● What the task asks: If a line in the data below includes the string "file", please return a copy of it.

[[ Provided material open ]]

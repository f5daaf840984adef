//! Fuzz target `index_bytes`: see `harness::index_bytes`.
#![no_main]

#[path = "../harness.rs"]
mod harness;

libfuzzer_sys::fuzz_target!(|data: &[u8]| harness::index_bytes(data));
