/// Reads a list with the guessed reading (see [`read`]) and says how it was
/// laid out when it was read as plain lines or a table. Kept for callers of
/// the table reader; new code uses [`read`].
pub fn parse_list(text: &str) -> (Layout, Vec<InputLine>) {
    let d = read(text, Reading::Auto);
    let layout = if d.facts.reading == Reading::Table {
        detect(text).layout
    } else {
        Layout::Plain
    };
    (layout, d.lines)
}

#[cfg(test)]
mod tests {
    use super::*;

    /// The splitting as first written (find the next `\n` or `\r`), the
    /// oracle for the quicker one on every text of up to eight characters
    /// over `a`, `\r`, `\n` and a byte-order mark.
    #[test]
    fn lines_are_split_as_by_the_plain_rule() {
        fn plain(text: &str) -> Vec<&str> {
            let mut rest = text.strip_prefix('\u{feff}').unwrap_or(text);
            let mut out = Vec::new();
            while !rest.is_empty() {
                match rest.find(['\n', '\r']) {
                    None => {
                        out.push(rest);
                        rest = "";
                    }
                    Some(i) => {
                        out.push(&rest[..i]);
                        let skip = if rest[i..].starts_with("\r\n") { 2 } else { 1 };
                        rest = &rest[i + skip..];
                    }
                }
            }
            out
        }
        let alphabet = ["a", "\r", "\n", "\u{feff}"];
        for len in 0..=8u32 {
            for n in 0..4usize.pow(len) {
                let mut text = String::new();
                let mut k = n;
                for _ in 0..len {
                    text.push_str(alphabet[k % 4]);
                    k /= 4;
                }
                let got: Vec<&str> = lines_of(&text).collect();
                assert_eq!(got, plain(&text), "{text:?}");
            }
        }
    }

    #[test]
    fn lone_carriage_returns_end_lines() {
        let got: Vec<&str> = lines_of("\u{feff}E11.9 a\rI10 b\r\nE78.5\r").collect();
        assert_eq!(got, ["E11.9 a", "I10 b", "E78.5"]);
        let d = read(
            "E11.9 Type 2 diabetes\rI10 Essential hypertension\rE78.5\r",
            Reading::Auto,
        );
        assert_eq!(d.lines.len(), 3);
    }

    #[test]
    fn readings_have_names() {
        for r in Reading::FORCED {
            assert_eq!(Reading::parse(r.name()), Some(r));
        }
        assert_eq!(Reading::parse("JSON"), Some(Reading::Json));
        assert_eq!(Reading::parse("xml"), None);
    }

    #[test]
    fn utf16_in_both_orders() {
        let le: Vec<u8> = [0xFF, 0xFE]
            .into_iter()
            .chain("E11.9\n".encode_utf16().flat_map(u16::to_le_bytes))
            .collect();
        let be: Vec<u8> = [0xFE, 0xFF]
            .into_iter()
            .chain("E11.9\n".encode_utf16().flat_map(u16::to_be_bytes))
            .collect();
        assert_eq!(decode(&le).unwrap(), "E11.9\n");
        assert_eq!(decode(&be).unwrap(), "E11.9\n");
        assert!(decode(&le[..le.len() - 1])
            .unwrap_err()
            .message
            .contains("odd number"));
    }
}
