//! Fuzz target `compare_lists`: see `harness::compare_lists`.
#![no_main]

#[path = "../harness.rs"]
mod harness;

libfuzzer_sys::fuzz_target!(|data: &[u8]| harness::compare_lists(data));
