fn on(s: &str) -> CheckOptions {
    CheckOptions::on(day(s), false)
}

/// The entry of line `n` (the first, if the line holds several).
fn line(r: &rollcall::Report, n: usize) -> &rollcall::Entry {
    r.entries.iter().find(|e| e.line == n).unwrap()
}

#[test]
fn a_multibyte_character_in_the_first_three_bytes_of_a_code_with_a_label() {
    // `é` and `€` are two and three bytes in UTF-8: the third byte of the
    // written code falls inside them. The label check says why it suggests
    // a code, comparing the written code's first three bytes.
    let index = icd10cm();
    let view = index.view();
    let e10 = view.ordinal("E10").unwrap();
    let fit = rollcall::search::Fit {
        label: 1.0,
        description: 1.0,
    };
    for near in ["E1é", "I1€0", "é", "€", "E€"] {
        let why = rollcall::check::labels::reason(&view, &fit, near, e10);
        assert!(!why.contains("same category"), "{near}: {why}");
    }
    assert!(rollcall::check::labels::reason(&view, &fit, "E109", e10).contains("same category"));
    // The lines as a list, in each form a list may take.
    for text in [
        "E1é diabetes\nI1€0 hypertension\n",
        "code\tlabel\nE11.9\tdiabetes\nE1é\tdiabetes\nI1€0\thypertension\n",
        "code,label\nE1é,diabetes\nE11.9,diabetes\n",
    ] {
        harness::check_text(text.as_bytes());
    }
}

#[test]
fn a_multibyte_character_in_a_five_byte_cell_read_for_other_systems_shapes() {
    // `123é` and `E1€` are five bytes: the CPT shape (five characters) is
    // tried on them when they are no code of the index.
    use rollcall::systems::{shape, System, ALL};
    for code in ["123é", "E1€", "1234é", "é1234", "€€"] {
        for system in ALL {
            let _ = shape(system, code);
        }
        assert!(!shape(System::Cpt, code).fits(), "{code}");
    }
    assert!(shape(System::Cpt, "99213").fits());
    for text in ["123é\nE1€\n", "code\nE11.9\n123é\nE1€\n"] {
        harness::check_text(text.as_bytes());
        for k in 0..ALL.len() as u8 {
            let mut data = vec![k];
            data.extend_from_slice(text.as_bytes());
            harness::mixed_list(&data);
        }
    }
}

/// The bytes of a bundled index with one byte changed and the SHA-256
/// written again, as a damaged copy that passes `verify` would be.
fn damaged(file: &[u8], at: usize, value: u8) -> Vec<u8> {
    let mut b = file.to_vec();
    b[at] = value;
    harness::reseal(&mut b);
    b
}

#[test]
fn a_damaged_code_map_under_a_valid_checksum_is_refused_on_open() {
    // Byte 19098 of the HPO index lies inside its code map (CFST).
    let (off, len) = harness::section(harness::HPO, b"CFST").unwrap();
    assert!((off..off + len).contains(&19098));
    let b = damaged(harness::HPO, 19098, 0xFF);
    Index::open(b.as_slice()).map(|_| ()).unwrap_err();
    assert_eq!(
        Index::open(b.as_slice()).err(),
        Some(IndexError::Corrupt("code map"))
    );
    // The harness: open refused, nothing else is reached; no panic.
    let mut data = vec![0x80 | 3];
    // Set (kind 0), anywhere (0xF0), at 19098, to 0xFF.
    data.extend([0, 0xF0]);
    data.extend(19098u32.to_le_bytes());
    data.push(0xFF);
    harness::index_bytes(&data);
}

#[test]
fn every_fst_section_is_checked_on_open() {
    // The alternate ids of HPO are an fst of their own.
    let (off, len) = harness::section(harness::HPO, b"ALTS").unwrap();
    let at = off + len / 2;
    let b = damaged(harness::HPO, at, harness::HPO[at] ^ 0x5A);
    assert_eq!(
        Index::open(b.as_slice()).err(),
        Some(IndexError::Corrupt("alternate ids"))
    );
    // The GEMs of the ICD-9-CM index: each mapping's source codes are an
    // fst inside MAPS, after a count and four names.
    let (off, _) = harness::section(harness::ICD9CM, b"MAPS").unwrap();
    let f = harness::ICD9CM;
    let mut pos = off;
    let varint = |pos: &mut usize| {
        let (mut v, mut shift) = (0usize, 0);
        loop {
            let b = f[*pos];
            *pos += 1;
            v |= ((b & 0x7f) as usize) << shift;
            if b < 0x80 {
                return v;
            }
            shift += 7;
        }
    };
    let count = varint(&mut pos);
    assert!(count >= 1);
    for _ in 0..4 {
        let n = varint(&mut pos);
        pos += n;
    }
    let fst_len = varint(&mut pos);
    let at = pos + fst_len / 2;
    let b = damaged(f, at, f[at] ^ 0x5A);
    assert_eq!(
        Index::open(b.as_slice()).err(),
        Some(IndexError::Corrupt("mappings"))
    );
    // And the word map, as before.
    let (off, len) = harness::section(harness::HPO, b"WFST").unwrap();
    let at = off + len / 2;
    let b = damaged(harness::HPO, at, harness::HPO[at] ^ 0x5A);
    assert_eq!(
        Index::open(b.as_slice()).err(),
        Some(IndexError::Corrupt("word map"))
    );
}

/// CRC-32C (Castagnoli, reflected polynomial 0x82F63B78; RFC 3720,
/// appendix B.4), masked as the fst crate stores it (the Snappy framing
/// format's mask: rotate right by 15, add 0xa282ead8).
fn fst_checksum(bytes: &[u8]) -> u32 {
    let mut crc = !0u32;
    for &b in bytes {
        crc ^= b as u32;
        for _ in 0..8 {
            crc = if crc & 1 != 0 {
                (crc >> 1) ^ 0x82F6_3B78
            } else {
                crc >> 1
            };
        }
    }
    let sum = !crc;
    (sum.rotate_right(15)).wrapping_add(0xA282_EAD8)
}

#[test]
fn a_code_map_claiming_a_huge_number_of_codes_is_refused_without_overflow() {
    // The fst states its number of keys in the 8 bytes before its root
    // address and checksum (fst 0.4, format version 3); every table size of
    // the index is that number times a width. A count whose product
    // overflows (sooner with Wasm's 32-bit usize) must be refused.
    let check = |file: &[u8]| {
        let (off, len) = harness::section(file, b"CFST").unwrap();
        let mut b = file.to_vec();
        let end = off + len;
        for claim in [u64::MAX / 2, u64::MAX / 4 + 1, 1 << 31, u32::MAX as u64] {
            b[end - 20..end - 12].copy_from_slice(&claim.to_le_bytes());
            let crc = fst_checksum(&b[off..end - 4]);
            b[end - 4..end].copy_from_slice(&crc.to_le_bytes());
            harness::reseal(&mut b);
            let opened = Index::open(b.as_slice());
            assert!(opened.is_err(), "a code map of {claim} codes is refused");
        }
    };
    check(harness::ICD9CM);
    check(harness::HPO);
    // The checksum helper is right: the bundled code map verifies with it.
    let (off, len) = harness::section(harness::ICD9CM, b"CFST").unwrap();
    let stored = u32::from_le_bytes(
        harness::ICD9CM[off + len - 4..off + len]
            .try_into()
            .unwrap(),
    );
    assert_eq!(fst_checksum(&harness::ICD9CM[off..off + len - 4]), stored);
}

[[ Provided material closed ]]

● Result of the task:
fn damaged(file: &[u8], at: usize, value: u8) -> Vec<u8> {
    let mut b = file.to_vec();
    let check = |file: &[u8]| {
        let (off, len) = harness::section(file, b"CFST").unwrap();
        let mut b = file.to_vec();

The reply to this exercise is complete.